## Stored records
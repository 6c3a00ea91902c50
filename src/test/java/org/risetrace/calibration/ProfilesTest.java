package org.risetrace.calibration;

import org.junit.jupiter.api.Test;
import org.junit.jupiter.api.io.TempDir;
import org.risetrace.frame.InputRejected;

import java.io.IOException;
import java.nio.file.Files;
import java.nio.file.Path;

import static org.junit.jupiter.api.Assertions.assertEquals;
import static org.junit.jupiter.api.Assertions.assertThrows;
import static org.junit.jupiter.api.Assertions.assertTrue;

/** Bundled calibration profiles and profile lookup. */
class ProfilesTest {
    @TempDir
    Path dir;

    @Test
    void everyBundledProfileLoadsAndIsValid() {
        for (String name : Profiles.BUNDLED) {
            Profile p = Profiles.load(name);
            assertEquals(name, p.name());
            assertTrue(p.netdK() > 0 && p.bandUm()[1] > p.bandUm()[0]);
        }
    }

    @Test
    void centikelvinZeroCelsiusIs27315Counts() {
        Profile p = Profiles.load("u16-centikelvin");
        // SI: T(degC) = T(K) - 273.15, so 0 degC = 27315 counts of 0.01 K
        assertEquals(0.0, p.countToCelsius(27315), 1e-9);
        assertEquals(27315.0, p.celsiusToCount(0.0), 1e-9);
        assertEquals(100.0, p.countToCelsius(37315), 1e-9);
        assertEquals(-273.15, p.countToCelsius(0), 1e-9); // 0 counts = 0 K, absolute zero
    }

    @Test
    void decikelvinZeroCelsiusIs2731Point5Counts() {
        Profile p = Profiles.load("u16-decikelvin");
        assertEquals(0.0, p.countToCelsius(2731.5), 1e-9); // SI: 273.15 K = 0 degC, 0.1 K per count
        assertEquals(26.85, p.countToCelsius(3000), 1e-9);
    }

    @Test
    void profileByPathResolvesAgainstTheBaseFolder() throws IOException {
        Files.writeString(dir.resolve("cam.json"), """
                {"name": "cam", "encoding": "linear", "gain": 0.04, "offset": -100, "unit": "C",
                 "netd_k": 0.03, "band_um": [8, 14], "default_emissivity": 0.9}""");
        Profile p = Profiles.load("cam.json", dir);
        assertEquals(-100 + 0.04 * 3000, p.countToCelsius(3000), 1e-9);
    }

    @Test
    void unknownNameListsTheKnownProfiles() {
        InputRejected e = assertThrows(InputRejected.class, () -> Profiles.load("no-such-profile"));
        for (String name : Profiles.BUNDLED) assertTrue(e.getMessage().contains(name), e.getMessage());
    }

    @Test
    void unknownFieldIsRejectedWithLine() throws IOException {
        Path f = Files.writeString(dir.resolve("bad.json"), "{\n \"name\": \"bad\",\n \"gian\": 0.01\n}");
        InputRejected e = assertThrows(InputRejected.class, () -> Profiles.load(f.toString()));
        assertTrue(e.getMessage().contains("bad.json") && e.getMessage().contains("'gian'")
                && e.getMessage().contains("line 3, column 2"), e.getMessage());
    }

    @Test
    void linearProfileWithoutGainIsRejected() throws IOException {
        Path f = Files.writeString(dir.resolve("nogain.json"), """
                {"name": "nogain", "encoding": "linear", "offset": 0, "unit": "K", "netd_k": 0.05,
                 "band_um": [7.5, 14], "default_emissivity": 0.95}""");
        InputRejected e = assertThrows(InputRejected.class, () -> Profiles.load(f.toString()));
        assertTrue(e.getMessage().contains("gain"), e.getMessage());
    }

    @Test
    void knownProfilesLeaveOutTheMaterialsTable() {
        // the tests run in the repository root, whose calibration/ holds materials.json beside the profiles
        assertTrue(Files.isRegularFile(Path.of("calibration", "materials.json")));
        assertTrue(Profiles.known().contains("u16-centikelvin"));
        assertTrue(!Profiles.known().contains("materials"), Profiles.known().toString());
    }
}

## REQUIRED WORK
All of the entries above are to be printed again exactly.

## RESPONSE TO THE EXERCISE
repository 6c3a00ea91902c50
filename src/test/java/org/risetrace/calibration/ProfilesTest.java
package org.risetrace.calibration;

import org.junit.jupiter.api.Test;
import org.junit.jupiter.api.io.TempDir;
import org.risetrace.frame.InputRejected;

import java.io.IOException;
import java.nio.file.Files;
import java.nio.file.Path;

import static org.junit.jupiter.api.Assertions.assertEquals;
import static org.junit.jupiter.api.Assertions.assertThrows;
import static org.junit.jupiter.api.Assertions.assertTrue;

/** Bundled calibration profiles and profile lookup. */
class ProfilesTest {
    @TempDir
    Path dir;

    @Test
    void everyBundledProfileLoadsAndIsValid() {
        for (String name : Profiles.BUNDLED) {
            Profile p = Profiles.load(name);
            assertEquals(name, p.name());
            assertTrue(p.netdK() > 0 && p.bandUm()[1] > p.bandUm()[0]);
        }
    }

    @Test
    void centikelvinZeroCelsiusIs27315Counts() {
        Profile p = Profiles.load("u16-centikelvin");
        // SI: T(degC) = T(K) - 273.15, so 0 degC = 27315 counts of 0.01 K
        assertEquals(0.0, p.countToCelsius(27315), 1e-9);
        assertEquals(27315.0, p.celsiusToCount(0.0), 1e-9);
        assertEquals(100.0, p.countToCelsius(37315), 1e-9);
        assertEquals(-273.15, p.countToCelsius(0), 1e-9); // 0 counts = 0 K, absolute zero
    }

    @Test
    void decikelvinZeroCelsiusIs2731Point5Counts() {
        Profile p = Profiles.load("u16-decikelvin");
        assertEquals(0.0, p.countToCelsius(2731.5), 1e-9); // SI: 273.15 K = 0 degC, 0.1 K per count
        assertEquals(26.85, p.countToCelsius(3000), 1e-9);
    }

    @Test
    void profileByPathResolvesAgainstTheBaseFolder() throws IOException {
        Files.writeString(dir.resolve("cam.json"), """
                {"name": "cam", "encoding": "linear", "gain": 0.04, "offset": -100, "unit": "C",
                 "netd_k": 0.03, "band_um": [8, 14], "default_emissivity": 0.9}""");
        Profile p = Profiles.load("cam.json", dir);
        assertEquals(-100 + 0.04 * 3000, p.countToCelsius(3000), 1e-9);
    }

    @Test
    void unknownNameListsTheKnownProfiles() {
        InputRejected e = assertThrows(InputRejected.class, () -> Profiles.load("no-such-profile"));
        for (String name : Profiles.BUNDLED) assertTrue(e.getMessage().contains(name), e.getMessage());
    }

    @Test
    void unknownFieldIsRejectedWithLine() throws IOException {
        Path f = Files.writeString(dir.resolve("bad.json"), "{\n \"name\": \"bad\",\n \"gian\": 0.01\n}");
        InputRejected e = assertThrows(InputRejected.class, () -> Profiles.load(f.toString()));
        assertTrue(e.getMessage().contains("bad.json") && e.getMessage().contains("'gian'")
                && e.getMessage().contains("line 3, column 2"), e.getMessage());
    }

    @Test
    void linearProfileWithoutGainIsRejected() throws IOException {
        Path f = Files.writeString(dir.resolve("nogain.json"), """
                {"name": "nogain", "encoding": "linear", "offset": 0, "unit": "K", "netd_k": 0.05,
                 "band_um": [7.5, 14], "default_emissivity": 0.95}""");
        InputRejected e = assertThrows(InputRejected.class, () -> Profiles.load(f.toString()));
        assertTrue(e.getMessage().contains("gain"), e.getMessage());
    }

    @Test
    void knownProfilesLeaveOutTheMaterialsTable() {
        // the tests run in the repository root, whose calibration/ holds materials.json beside the profiles
        assertTrue(Files.isRegularFile(Path.of("calibration", "materials.json")));
        assertTrue(Profiles.known().contains("u16-centikelvin"));
        assertTrue(!Profiles.known().contains("materials"), Profiles.known().toString());
    }
}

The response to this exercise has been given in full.